- _The task_
Below is a block of records. Copy every line in it that contains the word "report".

- _Input data_
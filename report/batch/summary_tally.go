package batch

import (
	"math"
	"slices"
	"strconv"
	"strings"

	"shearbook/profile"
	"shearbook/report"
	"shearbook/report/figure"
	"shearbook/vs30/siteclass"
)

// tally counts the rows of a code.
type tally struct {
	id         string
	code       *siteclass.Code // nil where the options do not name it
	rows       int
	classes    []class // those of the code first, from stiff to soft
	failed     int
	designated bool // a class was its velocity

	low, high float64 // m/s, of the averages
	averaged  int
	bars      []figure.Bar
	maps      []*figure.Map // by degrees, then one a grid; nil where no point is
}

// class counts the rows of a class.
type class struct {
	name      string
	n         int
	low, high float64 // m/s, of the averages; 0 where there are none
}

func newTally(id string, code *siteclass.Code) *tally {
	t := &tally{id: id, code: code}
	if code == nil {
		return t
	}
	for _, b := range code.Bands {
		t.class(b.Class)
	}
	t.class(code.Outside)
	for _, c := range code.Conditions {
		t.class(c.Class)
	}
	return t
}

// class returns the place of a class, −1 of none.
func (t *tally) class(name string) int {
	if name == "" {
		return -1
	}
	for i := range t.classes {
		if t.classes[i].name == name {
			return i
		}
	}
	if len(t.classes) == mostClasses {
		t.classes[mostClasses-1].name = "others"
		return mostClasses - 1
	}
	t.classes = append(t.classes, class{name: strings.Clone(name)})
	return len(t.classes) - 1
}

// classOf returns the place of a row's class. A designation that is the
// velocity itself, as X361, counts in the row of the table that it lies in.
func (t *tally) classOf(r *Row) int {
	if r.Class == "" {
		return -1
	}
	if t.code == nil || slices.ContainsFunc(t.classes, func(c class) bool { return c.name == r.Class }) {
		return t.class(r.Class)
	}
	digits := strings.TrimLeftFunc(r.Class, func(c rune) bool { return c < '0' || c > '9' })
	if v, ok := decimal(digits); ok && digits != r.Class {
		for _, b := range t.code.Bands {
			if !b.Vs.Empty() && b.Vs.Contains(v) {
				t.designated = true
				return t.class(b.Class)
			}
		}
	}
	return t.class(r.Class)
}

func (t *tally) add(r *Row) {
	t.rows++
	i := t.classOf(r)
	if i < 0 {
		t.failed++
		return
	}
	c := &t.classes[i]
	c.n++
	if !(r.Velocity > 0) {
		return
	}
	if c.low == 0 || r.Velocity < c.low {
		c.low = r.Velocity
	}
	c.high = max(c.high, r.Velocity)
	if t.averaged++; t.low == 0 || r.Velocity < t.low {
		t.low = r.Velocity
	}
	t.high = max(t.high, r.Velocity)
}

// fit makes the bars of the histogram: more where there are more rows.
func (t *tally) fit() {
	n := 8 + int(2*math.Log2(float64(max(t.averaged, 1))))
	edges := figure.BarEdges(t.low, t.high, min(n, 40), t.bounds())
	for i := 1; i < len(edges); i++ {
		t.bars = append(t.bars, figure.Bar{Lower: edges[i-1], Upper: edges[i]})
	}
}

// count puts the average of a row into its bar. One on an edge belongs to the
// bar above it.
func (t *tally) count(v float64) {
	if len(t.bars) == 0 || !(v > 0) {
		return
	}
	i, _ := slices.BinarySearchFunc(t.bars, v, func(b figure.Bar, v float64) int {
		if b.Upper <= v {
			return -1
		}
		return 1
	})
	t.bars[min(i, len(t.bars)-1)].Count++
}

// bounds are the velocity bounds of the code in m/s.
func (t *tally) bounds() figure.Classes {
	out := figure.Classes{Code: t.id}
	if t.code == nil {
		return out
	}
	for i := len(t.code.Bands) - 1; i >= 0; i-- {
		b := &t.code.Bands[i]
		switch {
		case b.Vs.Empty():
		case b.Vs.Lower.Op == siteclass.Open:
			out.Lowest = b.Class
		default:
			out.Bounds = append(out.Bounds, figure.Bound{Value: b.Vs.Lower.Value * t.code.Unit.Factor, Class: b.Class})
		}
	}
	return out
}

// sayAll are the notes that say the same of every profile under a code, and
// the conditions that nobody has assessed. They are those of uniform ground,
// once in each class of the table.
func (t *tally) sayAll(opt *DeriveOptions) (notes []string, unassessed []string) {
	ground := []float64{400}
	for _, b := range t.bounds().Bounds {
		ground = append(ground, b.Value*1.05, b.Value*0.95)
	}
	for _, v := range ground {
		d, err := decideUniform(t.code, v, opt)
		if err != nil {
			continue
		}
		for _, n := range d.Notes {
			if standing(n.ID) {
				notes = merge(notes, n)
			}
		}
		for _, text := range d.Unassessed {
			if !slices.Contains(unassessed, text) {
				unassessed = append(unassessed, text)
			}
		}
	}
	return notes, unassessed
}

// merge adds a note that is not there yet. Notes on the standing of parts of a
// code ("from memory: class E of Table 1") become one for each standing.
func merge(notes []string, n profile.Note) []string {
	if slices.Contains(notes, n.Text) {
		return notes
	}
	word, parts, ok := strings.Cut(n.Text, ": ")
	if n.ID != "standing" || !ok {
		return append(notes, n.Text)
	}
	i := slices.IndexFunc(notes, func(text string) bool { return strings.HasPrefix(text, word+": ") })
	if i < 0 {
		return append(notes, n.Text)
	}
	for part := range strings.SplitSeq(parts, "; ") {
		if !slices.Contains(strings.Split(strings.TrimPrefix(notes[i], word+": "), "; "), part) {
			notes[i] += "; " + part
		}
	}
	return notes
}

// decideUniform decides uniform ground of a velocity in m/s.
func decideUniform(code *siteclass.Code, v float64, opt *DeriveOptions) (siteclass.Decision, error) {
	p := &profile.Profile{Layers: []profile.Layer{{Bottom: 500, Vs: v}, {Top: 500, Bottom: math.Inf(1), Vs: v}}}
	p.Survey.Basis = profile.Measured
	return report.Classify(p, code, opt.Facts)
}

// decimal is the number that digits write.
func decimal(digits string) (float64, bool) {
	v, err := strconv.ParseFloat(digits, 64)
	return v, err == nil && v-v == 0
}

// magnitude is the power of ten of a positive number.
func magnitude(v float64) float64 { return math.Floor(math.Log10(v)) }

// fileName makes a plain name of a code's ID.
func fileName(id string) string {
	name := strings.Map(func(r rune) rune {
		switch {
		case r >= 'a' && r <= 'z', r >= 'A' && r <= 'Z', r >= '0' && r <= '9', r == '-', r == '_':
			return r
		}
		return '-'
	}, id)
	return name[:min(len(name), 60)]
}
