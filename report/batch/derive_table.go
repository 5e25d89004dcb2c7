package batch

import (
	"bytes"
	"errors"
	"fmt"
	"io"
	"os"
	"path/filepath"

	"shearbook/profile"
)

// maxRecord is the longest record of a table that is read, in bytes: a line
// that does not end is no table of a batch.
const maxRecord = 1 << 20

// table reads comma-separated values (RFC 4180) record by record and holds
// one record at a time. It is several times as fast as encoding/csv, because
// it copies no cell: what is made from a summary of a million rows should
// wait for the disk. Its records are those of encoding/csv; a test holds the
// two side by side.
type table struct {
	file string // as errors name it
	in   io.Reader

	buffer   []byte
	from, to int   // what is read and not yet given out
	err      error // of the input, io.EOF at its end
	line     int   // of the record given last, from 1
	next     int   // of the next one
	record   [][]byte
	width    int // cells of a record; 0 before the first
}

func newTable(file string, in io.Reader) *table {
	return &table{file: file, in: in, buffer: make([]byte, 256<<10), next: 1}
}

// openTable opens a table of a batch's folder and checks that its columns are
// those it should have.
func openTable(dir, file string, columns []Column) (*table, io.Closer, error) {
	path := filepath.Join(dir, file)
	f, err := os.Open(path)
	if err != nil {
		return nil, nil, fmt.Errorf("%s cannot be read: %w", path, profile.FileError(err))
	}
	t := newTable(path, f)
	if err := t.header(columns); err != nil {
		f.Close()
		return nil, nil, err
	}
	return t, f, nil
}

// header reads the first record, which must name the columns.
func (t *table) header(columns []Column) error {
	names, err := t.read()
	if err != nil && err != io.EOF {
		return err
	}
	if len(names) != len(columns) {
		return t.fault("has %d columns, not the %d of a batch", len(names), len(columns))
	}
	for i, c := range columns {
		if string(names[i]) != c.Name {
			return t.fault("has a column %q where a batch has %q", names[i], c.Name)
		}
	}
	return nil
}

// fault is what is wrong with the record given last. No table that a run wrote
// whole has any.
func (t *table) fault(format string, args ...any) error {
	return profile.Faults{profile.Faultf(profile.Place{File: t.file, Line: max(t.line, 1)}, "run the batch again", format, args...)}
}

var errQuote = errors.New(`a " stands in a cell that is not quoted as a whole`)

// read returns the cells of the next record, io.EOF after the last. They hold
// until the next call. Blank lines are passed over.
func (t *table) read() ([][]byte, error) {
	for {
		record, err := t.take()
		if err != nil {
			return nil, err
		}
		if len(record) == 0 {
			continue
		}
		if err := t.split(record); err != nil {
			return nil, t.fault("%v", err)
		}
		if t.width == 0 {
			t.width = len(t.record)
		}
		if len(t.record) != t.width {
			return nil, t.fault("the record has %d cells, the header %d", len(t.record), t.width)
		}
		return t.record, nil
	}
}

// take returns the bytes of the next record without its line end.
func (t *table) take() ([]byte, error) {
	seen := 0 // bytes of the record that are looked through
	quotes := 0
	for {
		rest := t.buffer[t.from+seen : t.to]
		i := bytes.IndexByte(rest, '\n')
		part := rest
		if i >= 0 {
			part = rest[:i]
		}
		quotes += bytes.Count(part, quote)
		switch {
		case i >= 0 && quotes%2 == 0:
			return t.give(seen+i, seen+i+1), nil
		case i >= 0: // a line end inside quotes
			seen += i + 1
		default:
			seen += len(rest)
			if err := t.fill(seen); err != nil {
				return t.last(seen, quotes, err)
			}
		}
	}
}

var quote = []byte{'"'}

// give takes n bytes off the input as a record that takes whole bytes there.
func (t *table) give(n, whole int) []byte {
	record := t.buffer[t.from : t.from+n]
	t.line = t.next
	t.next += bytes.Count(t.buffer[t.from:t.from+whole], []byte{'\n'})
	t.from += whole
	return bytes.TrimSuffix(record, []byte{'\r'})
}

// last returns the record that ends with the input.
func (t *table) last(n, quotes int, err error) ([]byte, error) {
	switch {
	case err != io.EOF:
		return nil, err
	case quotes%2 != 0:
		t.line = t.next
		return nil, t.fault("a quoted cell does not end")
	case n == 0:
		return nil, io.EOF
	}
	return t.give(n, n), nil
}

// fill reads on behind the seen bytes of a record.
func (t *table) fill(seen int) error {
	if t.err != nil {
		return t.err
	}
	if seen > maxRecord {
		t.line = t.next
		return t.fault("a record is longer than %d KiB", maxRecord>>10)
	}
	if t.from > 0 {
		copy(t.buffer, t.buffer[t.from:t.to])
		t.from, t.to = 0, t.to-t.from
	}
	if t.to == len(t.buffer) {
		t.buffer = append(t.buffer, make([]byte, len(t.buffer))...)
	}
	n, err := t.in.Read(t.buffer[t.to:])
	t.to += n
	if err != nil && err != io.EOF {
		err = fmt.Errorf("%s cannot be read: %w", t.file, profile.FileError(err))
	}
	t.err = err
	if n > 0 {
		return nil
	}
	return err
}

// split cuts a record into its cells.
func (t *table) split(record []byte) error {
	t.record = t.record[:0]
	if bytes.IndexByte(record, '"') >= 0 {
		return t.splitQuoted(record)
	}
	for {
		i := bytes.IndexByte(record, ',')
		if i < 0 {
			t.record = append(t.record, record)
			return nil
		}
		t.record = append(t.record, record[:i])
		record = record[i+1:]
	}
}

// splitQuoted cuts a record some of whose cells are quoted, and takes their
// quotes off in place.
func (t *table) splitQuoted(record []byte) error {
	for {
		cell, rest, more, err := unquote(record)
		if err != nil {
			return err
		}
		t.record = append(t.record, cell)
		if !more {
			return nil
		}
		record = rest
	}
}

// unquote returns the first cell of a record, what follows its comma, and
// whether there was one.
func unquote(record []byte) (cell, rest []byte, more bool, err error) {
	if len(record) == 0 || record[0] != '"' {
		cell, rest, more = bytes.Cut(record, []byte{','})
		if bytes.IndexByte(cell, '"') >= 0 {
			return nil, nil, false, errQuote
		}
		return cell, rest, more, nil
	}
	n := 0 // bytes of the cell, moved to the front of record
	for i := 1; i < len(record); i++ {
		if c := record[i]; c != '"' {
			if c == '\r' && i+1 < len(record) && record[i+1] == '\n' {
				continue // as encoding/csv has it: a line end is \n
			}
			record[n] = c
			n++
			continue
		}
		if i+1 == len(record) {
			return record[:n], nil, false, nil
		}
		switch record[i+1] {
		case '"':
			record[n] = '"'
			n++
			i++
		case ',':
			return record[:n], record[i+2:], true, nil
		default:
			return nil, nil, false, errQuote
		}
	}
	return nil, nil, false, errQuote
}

- _Response box_
filename report/batch/summary_tally.go
	"shearbook/report"
	"shearbook/report/figure"
	return report.Classify(p, code, opt.Facts)
filename report/batch/derive_table.go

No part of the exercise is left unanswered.